(CDC file art)
Published by arrangement with The Lund Report https://www.thelundreport.org/
Specialists at Oregon State University’s veterinary laboratory figured they could help the state ramp up testing for coronavirus. They run a sophisticated facility with state-of-the-art testing equipment, and they’re experts at diagnostics and tracking viruses.
But they couldn’t just start running COVID-19 tests. They faced a tangle of red tape.
So they approached the Oregon Health Authority, and a lawmaker contacted Gov. Kate Brown’s office for help. That led nowhere. The authority did not give them any support, and Brown’s office did not follow up with them, according to interviews and documents obtained by The Lund Report.
The lab’s managers did not give up. They forged ahead, dismantling obstacles without the state’s help. They joined forces with a commercial medical lab in Corvallis. In a joint effort, the two labs plan to launch their first COVID-19 tests on Wednesday. The project expects to run nearly 1,000 COVID-19 a day, giving Oregon a much-needed boost in its efforts to track the virus. Right now, Oregon tests between 7,000 and 8,000 people a week, Brown said.
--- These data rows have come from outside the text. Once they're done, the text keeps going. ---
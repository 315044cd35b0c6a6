import type { Handle, HandleServerError } from '@sveltejs/kit';
import { sequence } from '@sveltejs/kit/hooks';

const requestId: Handle = async ({ event, resolve }) => {
	event.locals.requestId = event.request.headers.get('x-request-id') ?? crypto.randomUUID();
	const response = await resolve(event);
	response.headers.set('x-request-id', event.locals.requestId);
	return response;
};

// The Content-Security-Policy itself comes from kit.csp in svelte.config.js.
const securityHeaders: Handle = async ({ event, resolve }) => {
	const response = await resolve(event);
	response.headers.set('x-content-type-options', 'nosniff');
	response.headers.set('referrer-policy', 'strict-origin-when-cross-origin');
	response.headers.set('x-frame-options', 'DENY');
	response.headers.set('permissions-policy', 'camera=(), microphone=(), geolocation=()');
	if (!response.headers.has('content-security-policy')) {
		// Non-HTML responses (JSON, files) get a strict policy of their own.
		response.headers.set('content-security-policy', "default-src 'none'; frame-ancestors 'none'");
	}
	return response;
};

export const handle = sequence(requestId, securityHeaders);

export const handleError: HandleServerError = ({ error, event, status, message }) => {
	const id = event.locals.requestId ?? crypto.randomUUID();
	if (status !== 404) {
		console.error(
			`[pincer] request ${id} ${event.request.method} ${event.url.pathname} failed:`,
			error
		);
	}
	return { message: status === 404 ? 'Not found' : message, requestId: id };
};
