pub fn default_scope_ms() -> f32 {
    20.0
}

impl Default for PersistedState {
    fn default() -> Self {
        PersistedState {
            version: STATE_VERSION,
            scope_ms: default_scope_ms(),
            circuit: None,
            circuit_file: None,
            ir: None,
            ir_file: None,
        }
    }
}

/// The built-in circuit, parsed once.
pub fn builtin() -> Arc<Circuit> {
    static BUILTIN: OnceLock<Arc<Circuit>> = OnceLock::new();
    BUILTIN.get_or_init(|| Arc::new(Circuit::builtin())).clone()
}

/// The circuit the models run.
#[derive(Clone, Debug)]
pub struct Running {
    /// Changes whenever the running circuit does (the models are tagged with it).
    pub id: u32,
    pub circuit: Arc<Circuit>,
    /// The file's text; None for the built-in circuit.
    pub text: Option<String>,
    pub file: Option<String>,
    /// Notes from the circuit reader (renamed sections and the like).
    pub notes: Vec<String>,
    /// Why the last circuit offered was refused (the running one stayed), if it was.
    pub problem: Option<String>,
    /// The session revision this was last brought up to date with.
    seen_revision: u32,
}

impl Running {
    /// Name for display: the circuit's own `name`, else the file's, else "built-in circuit".
    pub fn display_name(&self) -> String {
        match (&self.circuit.name, &self.file, &self.text) {
            (Some(n), _, _) => n.clone(),
            (None, Some(f), _) => f.clone(),
            (None, None, None) => "built-in circuit".into(),
            (None, None, Some(_)) => "unnamed circuit".into(),
        }
    }

    pub fn is_builtin(&self) -> bool {
        self.text.is_none()
    }
}
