//! The reference stage, assembled as its schematic reads (BRIEF section 3):
//!
//! ```text
//!  input jack -> gain pot (ideal attenuator) -> grid stopper -> [gain valve grid]
//!  [gain valve]  plate: plate resistor to B+;  cathode: cathode resistor || bypass capacitor to ground
//!  gain plate -> [follower grid];  follower plate at B+;  follower cathode: cathode resistor to ground
//!  follower cathode -> coupling cap -> feed resistor -> clamp node -> level pot -> wiper -> load resistor
//!  clamp node: antiseries Zener pair to ground (at the pot top, "across-pot", or at the wiper, "at-wiper")
//! ```
//!
//! Linear parts form six wave subtrees hung from an R-type root; the two valves and the Zener pair are the
//! root's five nonlinear ports, solved together by Newton's method every sample (no unit delay).

use crate::circuit::{Circuit, Placement};
use crate::devices::triode::Triode;
use crate::devices::zener::{PairPoint, ZenerPair, CURRENT_SCALE};
use crate::pot::PotLaw;
use crate::solver::{self, NewtonReport, SmallLu};
use crate::wdf::{
    Capacitor, Parallel, RTypeRoot, ResistiveVoltageSource, Resistor, Series, Terminal, WaveElement,
};

// Root nodes (1-based; 0 is ground).
const GAIN_GRID: usize = 1;
const GAIN_CATHODE: usize = 2;
const GAIN_PLATE: usize = 3;
const FOLLOWER_CATHODE: usize = 4;
const CLAMP_NODE: usize = 5;

// Nonlinear ports and Newton unknowns.
const GAIN_PLATE_PORT: usize = 0; // Vpk of the gain valve
const GAIN_GRID_PORT: usize = 1; // Vgk of the gain valve
const FOLLOWER_PLATE_PORT: usize = 2; // Vpk of the follower
const FOLLOWER_GRID_PORT: usize = 3; // Vgk of the follower
const ZENER_PORT: usize = 4; // pair, unknown s = asinh(I / CURRENT_SCALE)

const PORTS: usize = 5;
const MAX_ITERATIONS: u32 = 40;
const DC_ITERATIONS: u32 = 500;
/// Largest change of a Jacobian column, relative to its size, for which the last LU factors still serve.
const CHORD_DRIFT: f64 = 0.02;
/// Chord steps tried in one sample before a new factorisation.
const CHORD_STEPS: u32 = 3;

/// Everything the stage knows after one sample, in volts and amps.
#[derive(Clone, Copy, Debug, Default, PartialEq)]
pub struct StageProbe {
    /// The node the Zeners connect to (V).
    pub clamp_volts: f64,
    /// Level pot wiper, the stage's output (V).
    pub wiper_volts: f64,
    /// Current through the Zener pair, clamp node to ground (A).
    pub zener_current: f64,
    /// Voltage across the positive-clamp part, cathode to anode (V).
    pub positive_part_volts: f64,
    /// Voltage across the negative-clamp part, anode to cathode (V).
    pub negative_part_volts: f64,
    pub gain_grid_volts: f64,
    pub gain_cathode_volts: f64,
    pub gain_plate_volts: f64,
    pub follower_cathode_volts: f64,
    pub gain_plate_current: f64,
    pub gain_grid_current: f64,
    pub follower_plate_current: f64,
    pub follower_grid_current: f64,
}

impl StageProbe {
    /// Power in the positive-clamp part (W).
    pub fn positive_part_watts(&self) -> f64 {
        self.positive_part_volts * self.zener_current
    }
    /// Power in the negative-clamp part (W).
    pub fn negative_part_watts(&self) -> f64 {
        self.negative_part_volts * self.zener_current
    }
}

/// The two valves and the selected Zener pair as the root sees them.
#[derive(Clone, Debug)]
struct StageDevices {
    gain_valve: Triode,
    follower_valve: Triode,
    pairs: Vec<ZenerPair>,
    active_pair: usize,
    max_step: [f64; PORTS],
    tolerance: [f64; PORTS],
    /// Largest |K| entry per column (see `set_coupling`).
    column_weight: [f64; PORTS],
    /// K by columns: `k_columns[port]` is the port voltages per unit current of `port`.
    k_columns: [[f64; PORTS]; PORTS],
    /// LU factors of the last Jacobian, for chord steps.
    chord: Option<Chord>,
    /// `CHORD_DRIFT`, or 0 to factor afresh every sample (tests compare the two).
    chord_drift: f64,
}

// Device slopes, the entries of the Jacobian that change from sample to sample (indices into `slopes`).
/// d(gain plate current)/dVpk, d(gain plate current)/dVgk, d(gain grid current)/dVgk.
const GAIN_PLATE_DVPK: usize = 0;
const GAIN_PLATE_DVGK: usize = 1;
const GAIN_GRID_DVGK: usize = 2;
/// The same for the follower.
const FOLLOWER_PLATE_DVPK: usize = 3;
const FOLLOWER_PLATE_DVGK: usize = 4;
const FOLLOWER_GRID_DVGK: usize = 5;
/// dV/ds and dI/ds of the pair.
const PAIR_VOLTS_DS: usize = 6;
const PAIR_CURRENT_DS: usize = 7;
const SLOPES: usize = 8;

/// Device currents and derivatives at one Newton point, in the stage's fixed sparsity: each valve's plate
/// current follows its Vpk and Vgk, its grid current its Vgk, and the pair's current and voltage its s.
#[derive(Clone, Copy, Debug, Default)]
struct DeviceEval {
    /// Port currents, indexed by port.
    current: [f64; PORTS],
    /// Pair voltage (the valve ports' voltages are their unknowns themselves).
    pair_volts: f64,
    /// The negative-clamp part's share of the pair voltage and its dV/ds.
    negative_part_volts: f64,
    negative_part_volts_ds: f64,
    /// The slopes, indexed by GAIN_PLATE_DVPK ... PAIR_CURRENT_DS.
    slopes: [f64; SLOPES],
}

/// LU factors of one Newton Jacobian kept for chord steps, with the device slopes and the Jacobian's diagonal
/// they were built from.
#[derive(Clone, Copy, Debug)]
struct Chord {
    lu: SmallLu<PORTS>,
    slopes: [f64; SLOPES],
    diagonal: [f64; PORTS],
}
Oregon’s lack of adequate testing infrastructure has dogged the state’s efforts to contain the virus. State public health officials repeatedly have said the state needs more tests to halt the spread, something that Brown repeated at a news conference on Tuesday. “We need to ramp up testing in every region of the state,” she said.
Yet state officials did not pursue a homegrown opportunity that taps the expertise of an Oregon university research laboratory.
From the start, testing has lagged in Oregon. Initial kits from the Centers for Disease Control and Prevention were faulty, and there was a lack of supplies. The state expected all tests to be conducted at the public health lab in Hillsboro but has since allowed testing by five hospital systems, two private labs and the University of Washington. Still, the state only has results for about 30,000 people, according to an Oregon Health Authority report on Monday.
The OSU project shines a light on the difficulties faced by entities outside the public health system to help Oregon track and quell the epidemic. The Oregon Health Authority apparently failed to recognize the contribution a veterinary lab could make despite examples in other states.
University veterinary labs in at least two other states – Colorado and Oklahoma – have been conducting COVID-19 testing for weeks. Each can process hundreds of tests a day. Their veterinary labs – unlike OSU’s – had help from public authorities.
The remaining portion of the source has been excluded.